On the other hand, if this team wants to contend now, serious changes need to occur. Having just four potentially above average starters ready for the first three-to-four months of 2013 is woefully insufficient, particularly when you consider how poorly two of the four (Romero and Alvarez) pitched for a majority of 2012. Be it through free agency or trade, the Blue Jays need to find a high end pitcher. In the chart below, I’ve added “Pitcher A”, a new acquisition who is signed through at least 2016 (i.e. a four-plus year deal).

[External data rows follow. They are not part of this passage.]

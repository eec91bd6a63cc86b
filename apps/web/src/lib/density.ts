import { formatFigure, parseQuantity } from '@masswright/units';

/** The contract's own limit; nothing on Earth comes near it. */
const greatestKgM3 = 1e6;

export type TypedDensity = { densityKgM3: number | null; error?: undefined } | { densityKgM3?: undefined; error: string };

/** What a person typed as a density. Nothing typed is an answer too: it is stated later. */
export function readDensity(text: string): TypedDensity {
  if (text.trim() === '') return { densityKgM3: null };
  const parsed = parseQuantity(text, 'density');
  if ('error' in parsed) return { error: parsed.error };
  if (!(parsed.value > 0)) return { error: 'A density is greater than 0.' };
  if (parsed.value < 1e-6) return { error: 'A density is at least 0.000001 kg/m³.' };
  if (parsed.value > greatestKgM3) return { error: `A density of ${formatFigure(parsed.value, { digits: 4 })} kg/m³ is more than any material has. Check the unit.` };
  return { densityKgM3: parsed.value };
}

const withUnit = (densityKgM3: number, digits: number): string => `${Number(densityKgM3.toPrecision(digits))} kg/m³`;
const isSameText = (one: string, other: string): boolean => one.replace(/\s|\^/g, '').replace('m3', 'm³') === other.replace(/\s/g, '');

/** What was understood; nothing where the text says it in the same words already. */
export function describeDensity(densityKgM3: number, text: string): string {
  const plain = writeDensity(densityKgM3);
  if (isSameText(text, plain) || isSameText(text, withUnit(densityKgM3, 15))) return '';
  return `= ${plain}`;
}

/** A density for the eye: six digits, since those of a conversion go on for ever. What is stored stays as it is. */
export function writeDensity(densityKgM3: number | null): string {
  return densityKgM3 === null ? '' : withUnit(densityKgM3, 6);
}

The immediate rotation is substantially improved, and the 2014 pitching staff has significantly more depth and versatility. Things begin to clog up in 2015, however, as even with Happ no longer in the organization, the number of potential major league starters balloons to 11. This shouldn’t be viewed as a negative, as while 11 pitchers for five spots seems precarious, the reality is, at least two or three of those pitchers are likely to suffer a serious arm injury at some point over the next three years. That’s just the way baseball is; there’s no way around it. But what happens if one of those arm injuries happens in the near future? I pray it doesn’t occur, and am knocking on wood as I write this, but what happens if Brandon Morrow were to suffer a season ending injury in May? For the next three months, you’d be resting your playoff hopes on the shoulders of Romero, “Pitcher A”, Happ, Alvarez, and Chad Jenkins. That’s an unsettling feeling, and is why “Pitcher B” enters the equation in the chart below.

Finding a good pitcher on a one year deal is easier than you might imagine. Names like Josh Johnson, Matt Garza, and even R.A. Dickey have been bantered about in trade talks, while someone like Dan Haren or Brandon McCarthy may seek a one year deal in free agency to re-establish their value. Whoever he is, “Pitcher B” considerably improves the 2013 rotation, pushing Henderson Alvarez to Triple-A as the invaluable sixth starter. In the second half, the starting pitcher pool has grown to eight names, which is exactly the type of depth a team needs if they hope to make a push for the postseason. The other added bonus to a acquiring a second pitcher on a one year deal is that in 2014, only Romero, Morrow, and “Pitcher A” would have guaranteed salaries. J.A. Happ is non-tenderable if he were to disappoint, while all of the young guys/prospects save Drabek have three options (he has two). Depth, controllability, and flexibility are three of the most important factors when building a pitching staff, and with the scenario I laid out above, the Blue Jays would have a nice balance of all three over the next four seasons.